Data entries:

import { COVERAGE_STATEMENT, describeDecisionRule, type AnalysisReport, type DecisionRule } from "@/lib/analysis";

// What a released report states about uncertainty and the decision rule, read from the stored
// analysis report, so the report, the capture page and the API word them alike.

/** A check's expanded uncertainty (k = 2) in the check's unit, or null when not evaluated (never 0 for "unknown"). */
export function expandedUncertaintyOf(report: AnalysisReport, checkId: string): number | null {
  return report.verdicts.find((v) => v.check === checkId)?.expandedUncertainty ?? null;
}

/** The decision rule the verdicts follow, in words (reports before engine 2.2.0: simple acceptance). */
export function decisionRuleStatement(rule: DecisionRule | undefined): string {
  return describeDecisionRule(rule ?? "simple");
}

/** One sentence for the report's uncertainty statement. */
export function uncertaintyStatementOf(report: AnalysisReport): string {
  const figures = report.uncertainty?.figures ?? [];
  const evaluated = figures.filter((f) => f.status === "evaluated").map((f) => f.check);
  if (evaluated.length === 0) return "Measurement uncertainty was not evaluated for this capture (no instrument accuracy on record); figures are reported without it.";
  return `Expanded uncertainties (${COVERAGE_STATEMENT}) are evaluated by GUM type B from the instruments' accuracy specifications for ${evaluated.join(", ")}; other figures are reported without an uncertainty.`;
}
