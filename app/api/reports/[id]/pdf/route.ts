import { requireSessionActor } from "@/lib/dal/actor";
import { readReleasedReport } from "@/lib/dal/report-files";
import { apiRoute } from "@/lib/dal/route-handler";

// A released revision's PDF: the bytes stored at release, checked against the recorded sha256.
export const GET = apiRoute(async (_request: Request, { params }: { params: Promise<{ id: string }> }) => {
  const actor = await requireSessionActor();
  const { bytes, fileName } = await readReleasedReport(actor, (await params).id);
  return new Response(new Uint8Array(bytes), {
    headers: {
      "content-type": "application/pdf",
      "content-disposition": `attachment; filename="${fileName}"`,
      "content-length": String(bytes.byteLength),
      "cache-control": "private, no-store",
    },
  });
});
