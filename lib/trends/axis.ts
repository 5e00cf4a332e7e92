// Axis scales for trend charts that do not turn noise into a landscape: the tolerance band (or a
// minimum span around the data) sets the scale, and tick labels carry enough decimals to differ.

/** Without a band, the axis spans at least this share of the data's magnitude (0.5 %), common practice. */
export const MIN_RELATIVE_SPAN = 0.005;

export function axisRange(values: readonly number[], band: { lower: number | null; upper: number | null } | null, extra: readonly (number | null)[] = []): { min: number; max: number } {
  const shown = [...values, ...extra.filter((v): v is number => v !== null && Number.isFinite(v))];
  if (band && band.upper !== null) shown.push(band.upper);
  if (band && band.lower !== null) shown.push(band.lower);
  // A one-sided upper band (THD, unbalance) reads from zero: the figure's own origin.
  if (band && band.lower === null && band.upper !== null) shown.push(0);
  if (shown.length === 0) return { min: 0, max: 1 };
  let min = Math.min(...shown);
  let max = Math.max(...shown);
  const magnitude = Math.max(Math.abs(min), Math.abs(max));
  const floor = magnitude > 0 ? magnitude * MIN_RELATIVE_SPAN : 1;
  if (max - min < floor) {
    const mid = (max + min) / 2;
    min = mid - floor / 2;
    max = mid + floor / 2;
  }
  const pad = (max - min) * 0.05;
  return { min: min === 0 ? 0 : min - pad, max: max + pad };
}

/** Decimals that make ticks `step` apart read differently ("49.9, 50.0", never "50, 50"). */
export function tickDecimals(step: number): number {
  if (!(step > 0) || !Number.isFinite(step)) return 0;
  const d = Math.ceil(-Math.log10(step) - 1e-9);
  // A step like 0.25 needs one more place than its order of magnitude.
  const scaled = step * 10 ** Math.max(0, d);
  return Math.max(0, d) + (Math.abs(scaled - Math.round(scaled)) > 1e-9 ? 1 : 0);
}

export function formatTick(value: number, step: number): string {
  return value.toFixed(Math.min(12, tickDecimals(step)));
}
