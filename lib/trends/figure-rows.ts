import type { AnalysisReport, VerdictStatus } from "@/lib/analysis";
import { invalidatedChecks } from "@/lib/analysis/invalidation";

// The per-figure rows trends are computed from (table analysis_figures): one per numeric check of a
// report and one per single harmonic order. Pure, so the worker, re-judging and the backfill agree.

/** Harmonic orders kept per analysis: enough for any single-order trend a profile judges. */
export const MAX_TREND_HARMONIC = 50;
/** Figure id of a single-harmonic row; its order is in harmonic_order. */
export const HARMONIC_FIGURE = "harmonic";

export type FigureRow = { figure: string; harmonicOrder: number; value: number | null; status: VerdictStatus | null; flagged: boolean; expandedUncertainty: number | null };

/**
 * Flagged: the capture cannot stand as evidence of the machine, so none of its figures enter the
 * statistics. Its check was inconclusive or its figure missing, or the capture carries a warning that
 * invalidates checks (clipped, too few cycles, under-sampled) or a plausibility alert (a probe ratio
 * or unit that makes it wrongly scaled). A clipped record's RMS is low too, though only the distortion
 * checks are invalidated by the engine; the trend leaves the whole capture out.
 */
function isFlagged(report: AnalysisReport, status: VerdictStatus | null, value: number | null): boolean {
  if (value === null || status === "inconclusive") return true;
  return report.warnings.some((w) => w.level === "alert" || invalidatedChecks(w).length > 0);
}

/** Voltage channels whose waveform the distortion checks read: line-line when present (figures.ts does the same). */
function waveformChannels(report: AnalysisReport) {
  const voltages = report.channels.filter((c) => c.unit === "V");
  const lines = voltages.filter((c) => ["vab", "vbc", "vca"].includes(c.role));
  return lines.length > 0 ? lines : voltages;
}

export function figureRowsOf(report: AnalysisReport): FigureRow[] {
  const rows: FigureRow[] = [];
  for (const v of report.verdicts) {
    if (typeof v.measured === "string") continue; // phase sequence: a word, not a trend
    const value = typeof v.measured === "number" && Number.isFinite(v.measured) ? v.measured : null;
    const expandedUncertainty = typeof v.expandedUncertainty === "number" && Number.isFinite(v.expandedUncertainty) ? v.expandedUncertainty : null;
    rows.push({ figure: v.check, harmonicOrder: 0, value, status: v.status, flagged: isFlagged(report, v.status, value), expandedUncertainty });
  }
  const single = report.verdicts.find((v) => v.check === "individual-harmonic");
  const channels = waveformChannels(report);
  const orders = new Set(channels.flatMap((c) => c.harmonics.map((h) => h.order)).filter((o) => o >= 2 && o <= MAX_TREND_HARMONIC));
  for (const order of [...orders].sort((a, b) => a - b)) {
    // Worst voltage channel, percent of its fundamental, as the largest-harmonic check takes it.
    const percents = channels.flatMap((c) => {
      const h = c.harmonics.find((x) => x.order === order);
      return h && c.fundamental.rms > 0 ? [(100 * h.rms) / c.fundamental.rms] : [];
    });
    const value = percents.length > 0 ? Math.max(...percents) : null;
    // The engine judges the largest order only; a single order carries the check's status when that
    // says the whole spectrum is unusable or not asked for, else none.
    const status: VerdictStatus | null = single && (single.status === "inconclusive" || single.status === "not-required") ? single.status : null;
    rows.push({ figure: HARMONIC_FIGURE, harmonicOrder: order, value, status, flagged: isFlagged(report, status, value), expandedUncertainty: null });
  }
  return rows;
}
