import { csvLine } from "./csv-cell";
import type { ReportContent } from "./content";
import { verdictWord } from "@/lib/verdicts/words";

// The CSV of a released report: one row per check of each step of record, read from the stored
// content (the facts the PDF was drawn from), with the report's number, revision, status and the
// unit's disposition on every row. Pure: the portal, the API and the lab's per-unit CSV all use it.

export const REPORT_CSV_COLUMNS = [
  "report_number", "revision", "report_status", "disposition", "serial", "model", "step", "test_kind", "capture_file", "capture_sha256",
  "captured_at_utc", "speed_rpm", "check", "label", "order", "measured", "unit", "lower", "upper", "limit", "verdict",
  "expanded_uncertainty_k2", "source", "verdict_word",
] as const;

export type ReportCsvStatus = "valid" | "superseded" | "withdrawn";

export function renderReportCsv(content: ReportContent, status: ReportCsvStatus): string {
  const lines = [csvLine(REPORT_CSV_COLUMNS)];
  for (const step of content.steps) {
    for (const c of step.checks) {
      lines.push(csvLine([
        content.number, content.revision, status, content.disposition, content.unit.serial, content.unit.modelCode, step.name, step.testKind,
        step.capture?.fileName, step.capture?.sha256, step.capture?.capturedAt, step.capture?.speedRpm, c.checkId, c.label, c.order, c.value,
        c.unit, c.lower, c.upper, c.limit, c.verdict, c.expandedUncertainty, c.source, verdictWord(c.verdict),
      ]));
    }
  }
  return `${lines.join("\r\n")}\r\n`;
}

/** The download name of a report file; a revision that is no longer valid says so in its name. */
export function reportFileName(r: { number: string; revision: number; serial: string; status: ReportCsvStatus }, ext: "pdf" | "csv"): string {
  const safe = (s: string) => s.replace(/[^A-Za-z0-9._-]+/g, "_");
  const mark = r.status === "valid" ? "" : `-${r.status.toUpperCase()}`;
  return `${safe(r.number)}-rev${r.revision}-${safe(r.serial)}${mark}.${ext}`;
}
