import { z } from "zod";

// The facts a released report was drawn from, stored with it (reports.content). The PDF, the per-unit
// CSV, the client portal and the API all read this one shape, so they never disagree with the PDF.

const verdict = z.enum(["pass", "marginal", "fail", "not-applicable", "inconclusive", "not-required"]);

export const reportCheckSchema = z.object({
  checkId: z.string(),
  label: z.string(),
  /** Harmonic order for single-harmonic rows, else null. */
  order: z.number().int().nullable(),
  value: z.number().nullable(),
  unit: z.string(),
  /** The band in words, e.g. "≤ 5.0 %" or "380 – 420 V"; "not required" with its reason. */
  limit: z.string(),
  lower: z.number().nullable(),
  upper: z.number().nullable(),
  verdict,
  /** Expanded uncertainty (k = 2) in `unit`, or null when not evaluated. */
  expandedUncertainty: z.number().nullable(),
  /** Where the band comes from (document and clause). */
  source: z.string(),
});

export const reportStepSchema = z.object({
  stepId: z.string(),
  name: z.string(),
  testKind: z.string(),
  /** The capture of record, or null when the step has none (only when released under concession). */
  capture: z
    .object({
      id: z.string(),
      fileName: z.string(),
      sha256: z.string(),
      capturedAt: z.string(),
      speedRpm: z.number().nullable(),
      magnetTemperatureC: z.number().nullable(),
      analysisVersion: z.string(),
      overall: verdict.nullable(),
    })
    .nullable(),
  checks: z.array(reportCheckSchema),
  /** Capture-quality notes and warnings, in plain words. */
  notes: z.array(z.string()),
});

const party = z.object({ name: z.string(), address: z.string() });

export const reportContentSchema = z.object({
  version: z.literal(1),
  number: z.string(),
  revision: z.number().int().positive(),
  issuedAt: z.string(),
  lab: party,
  client: party,
  unit: z.object({
    serial: z.string(),
    modelCode: z.string(),
    ratingName: z.string(),
    /** The nameplate with human labels (describeNameplate). */
    nameplate: z.array(z.object({ label: z.string(), value: z.string() })),
  }),
  disposition: z.string(),
  /** Overall against the plan, in the verdict vocabulary. */
  overall: verdict.nullable(),
  steps: z.array(reportStepSchema),
  /** Unit-level results such as Ke across speeds, as label and value with unit. */
  unitResults: z.array(z.object({ label: z.string(), value: z.string() })),
  /** Standards and clauses, and the analysis engine version. */
  methods: z.array(z.string()),
  decisionRule: z.string(),
  uncertaintyStatement: z.string(),
  instruments: z.array(z.object({ kind: z.string(), description: z.string(), serial: z.string(), calibrationDue: z.string().nullable() })),
  /** Deviations, concessions and confirmations in plain words. */
  deviations: z.array(z.string()),
  concession: z.object({ reason: z.string(), reference: z.string() }).nullable(),
  /** Notes written for the client (never internal notes). */
  clientNotes: z.array(z.string()),
  authorisedBy: z.object({ name: z.string(), role: z.string(), signedAt: z.string(), meaning: z.string() }),
  /** Set from revision 2: the number and revision replaced, and why. */
  supersedes: z.object({ revision: z.number().int(), reason: z.string() }).nullable(),
});

export type ReportContent = z.infer<typeof reportContentSchema>;
export type ReportStep = z.infer<typeof reportStepSchema>;
export type ReportCheck = z.infer<typeof reportCheckSchema>;
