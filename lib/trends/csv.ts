import type { TrendBand } from "./band";
import type { TrendPoint } from "./types";

// The trend's CSV: one row per plotted point, in the order drawn, so the file and the chart agree.

const cell = (v: string | number | null) => {
  if (typeof v === "number") return String(v);
  const s = v ?? "";
  // Quotes for separators, and for text a spreadsheet would run as a formula.
  return /[",\n\r]/.test(s) || /^[=+\-@\t]/.test(s) ? `"${s.replace(/"/g, '""')}"` : s;
};

export const TREND_CSV_HEADER = ["serial", "measured_at", "value", "unit", "in_statistics", "status", "rules", "test_kind", "bench", "expanded_uncertainty", "capture_id"];

export function renderTrendCsv(view: { points: readonly TrendPoint[]; band: TrendBand | null }): string {
  const unit = view.band?.unit ?? "";
  const lines = [TREND_CSV_HEADER.join(",")];
  for (const p of view.points) {
    lines.push([p.serial, p.measuredAt, p.value, unit, p.flagged ? "no" : "yes", p.status, p.rules.join(" "), p.testKind, p.bench, p.expandedUncertainty, p.captureId].map(cell).join(","));
  }
  return `${lines.join("\r\n")}\r\n`;
}
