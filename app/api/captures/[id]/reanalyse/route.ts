import { z } from "zod";
import { errorResponse } from "@/lib/auth/guards";
import { requireSessionActor } from "@/lib/dal/actor";
import { requestReanalysis } from "@/lib/dal/reanalysis";
import { readJson, requireUuid } from "@/lib/dal/request";

/** Queues a new analysis run of one capture (lab managers and quality engineers). */
export async function POST(request: Request, { params }: { params: Promise<{ id: string }> }) {
  try {
    const actor = await requireSessionActor();
    const captureId = requireUuid((await params).id, "capture");
    await readJson(request, z.object({}));
    return Response.json(await requestReanalysis(actor, { captureId }), { status: 202 });
  } catch (err) {
    return errorResponse(err);
  }
}
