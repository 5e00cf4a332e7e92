"use client";

import { useActionState } from "react";
import { Button } from "@/components/ui/button";
import { Field, Select, TextInput } from "@/components/ui/field";
import { Notice } from "@/components/ui/notice";
import { createUnitAction, type UnitFormState } from "../unit-actions";

export function NewUnitForm({ ratings }: { ratings: { id: string; label: string }[] }) {
  const [state, action, pending] = useActionState<UnitFormState, FormData>(createUnitAction, { ok: false, message: "" });
  return (
    <form action={action} className="max-w-xl space-y-4 rounded-lg bg-white p-5 shadow-sm ring-1 ring-ink-200">
      <Field label="Serial number"><TextInput name="serial" required maxLength={64} autoComplete="off" /></Field>
      <Field label="Rating" hint="The client follows the rating.">
        <Select name="ratingId" required defaultValue="">
          <option value="" disabled>Choose a rating…</option>
          {ratings.map((r) => <option key={r.id} value={r.id}>{r.label}</option>)}
        </Select>
      </Field>
      {state.similar && state.similar.length > 0 ? <Notice kind="info">Close to units on file: {state.similar.join(", ")}. Check the serial before registering a new unit.</Notice> : null}
      <label className="flex items-center gap-2 text-sm"><input type="checkbox" name="confirmNew" /> This is a new unit, not one already on file</label>
      {state.message ? <Notice kind={state.ok ? "done" : "problem"}>{state.message}</Notice> : null}
      <Button type="submit" disabled={pending}>Register the unit</Button>
    </form>
  );
}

Task item: Give the lines again, exactly as they stand, from the beginning of the data through the line with "const evaluated = figures.filter((f)".

Problem solution:
import { COVERAGE_STATEMENT, describeDecisionRule, type AnalysisReport, type DecisionRule } from "@/lib/analysis";

// What a released report states about uncertainty and the decision rule, read from the stored
// analysis report, so the report, the capture page and the API word them alike.

/** A check's expanded uncertainty (k = 2) in the check's unit, or null when not evaluated (never 0 for "unknown"). */
export function expandedUncertaintyOf(report: AnalysisReport, checkId: string): number | null {
  return report.verdicts.find((v) => v.check === checkId)?.expandedUncertainty ?? null;
}

/** The decision rule the verdicts follow, in words (reports before engine 2.2.0: simple acceptance). */
export function decisionRuleStatement(rule: DecisionRule | undefined): string {
  return describeDecisionRule(rule ?? "simple");
}

/** One sentence for the report's uncertainty statement. */
export function uncertaintyStatementOf(report: AnalysisReport): string {
  const figures = report.uncertainty?.figures ?? [];
  const evaluated = figures.filter((f) => f.status === "evaluated").map((f) => f.check);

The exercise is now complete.